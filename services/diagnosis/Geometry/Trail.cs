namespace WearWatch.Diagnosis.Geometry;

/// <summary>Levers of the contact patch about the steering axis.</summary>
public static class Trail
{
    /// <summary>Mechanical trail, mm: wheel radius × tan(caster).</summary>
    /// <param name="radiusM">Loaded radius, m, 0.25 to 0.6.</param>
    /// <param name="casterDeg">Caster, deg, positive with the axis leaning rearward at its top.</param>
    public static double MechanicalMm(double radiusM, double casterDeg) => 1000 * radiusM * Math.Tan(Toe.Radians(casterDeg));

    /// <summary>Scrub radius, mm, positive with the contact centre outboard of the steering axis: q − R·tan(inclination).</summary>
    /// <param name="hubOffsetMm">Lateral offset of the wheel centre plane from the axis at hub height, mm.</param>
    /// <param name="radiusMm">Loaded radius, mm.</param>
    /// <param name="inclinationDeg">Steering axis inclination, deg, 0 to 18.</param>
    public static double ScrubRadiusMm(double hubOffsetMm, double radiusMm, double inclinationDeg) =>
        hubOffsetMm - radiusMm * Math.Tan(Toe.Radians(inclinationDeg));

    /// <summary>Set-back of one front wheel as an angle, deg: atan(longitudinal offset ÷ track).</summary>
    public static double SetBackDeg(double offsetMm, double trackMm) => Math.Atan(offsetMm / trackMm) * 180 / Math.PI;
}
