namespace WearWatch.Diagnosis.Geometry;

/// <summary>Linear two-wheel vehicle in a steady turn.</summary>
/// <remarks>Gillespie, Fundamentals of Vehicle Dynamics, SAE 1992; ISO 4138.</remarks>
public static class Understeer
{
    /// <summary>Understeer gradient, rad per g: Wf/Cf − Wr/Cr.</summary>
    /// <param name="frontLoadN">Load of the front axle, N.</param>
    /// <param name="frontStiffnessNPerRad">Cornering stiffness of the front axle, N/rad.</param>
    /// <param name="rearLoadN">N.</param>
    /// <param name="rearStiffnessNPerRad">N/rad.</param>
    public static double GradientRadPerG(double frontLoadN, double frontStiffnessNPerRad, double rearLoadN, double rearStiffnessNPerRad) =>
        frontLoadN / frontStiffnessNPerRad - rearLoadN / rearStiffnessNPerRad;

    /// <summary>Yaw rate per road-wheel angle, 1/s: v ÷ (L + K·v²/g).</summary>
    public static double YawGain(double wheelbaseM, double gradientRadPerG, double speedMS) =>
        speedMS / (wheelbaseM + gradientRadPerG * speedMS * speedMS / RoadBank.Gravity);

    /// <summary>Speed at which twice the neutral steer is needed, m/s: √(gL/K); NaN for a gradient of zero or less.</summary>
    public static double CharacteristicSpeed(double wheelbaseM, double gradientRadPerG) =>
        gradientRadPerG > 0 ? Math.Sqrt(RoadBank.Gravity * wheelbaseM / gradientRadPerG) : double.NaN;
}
————
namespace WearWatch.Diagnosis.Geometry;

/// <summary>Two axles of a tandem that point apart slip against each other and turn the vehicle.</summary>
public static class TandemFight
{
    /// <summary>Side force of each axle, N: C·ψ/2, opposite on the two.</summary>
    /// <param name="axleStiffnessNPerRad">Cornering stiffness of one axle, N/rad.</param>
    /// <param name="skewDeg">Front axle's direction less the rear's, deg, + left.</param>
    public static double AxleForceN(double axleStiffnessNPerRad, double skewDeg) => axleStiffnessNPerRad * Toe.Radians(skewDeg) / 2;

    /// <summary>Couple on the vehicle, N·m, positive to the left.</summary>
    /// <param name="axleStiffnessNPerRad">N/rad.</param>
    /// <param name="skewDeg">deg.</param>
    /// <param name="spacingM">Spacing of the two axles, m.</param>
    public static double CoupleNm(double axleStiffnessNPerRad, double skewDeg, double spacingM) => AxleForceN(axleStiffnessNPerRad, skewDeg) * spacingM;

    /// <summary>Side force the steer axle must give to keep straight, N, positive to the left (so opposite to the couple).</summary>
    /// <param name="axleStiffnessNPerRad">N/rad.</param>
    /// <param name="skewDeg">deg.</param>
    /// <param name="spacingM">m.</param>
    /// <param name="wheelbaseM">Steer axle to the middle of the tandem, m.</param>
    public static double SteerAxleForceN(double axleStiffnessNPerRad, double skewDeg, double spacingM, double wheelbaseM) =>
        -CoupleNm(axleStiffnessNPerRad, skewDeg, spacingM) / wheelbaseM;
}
————
## Your instructions
All that is wanted is an exact copy of the lines above from the one with "at its top.</param>" through the one with "public static double MechanicalMm(double", with both ends included.

## Result of the task
    /// <param name="casterDeg">Caster, deg, positive with the axis leaning rearward at its top.</param>
    public static double MechanicalMm(double radiusM, double casterDeg) => 1000 * radiusM * Math.Tan(Toe.Radians(casterDeg));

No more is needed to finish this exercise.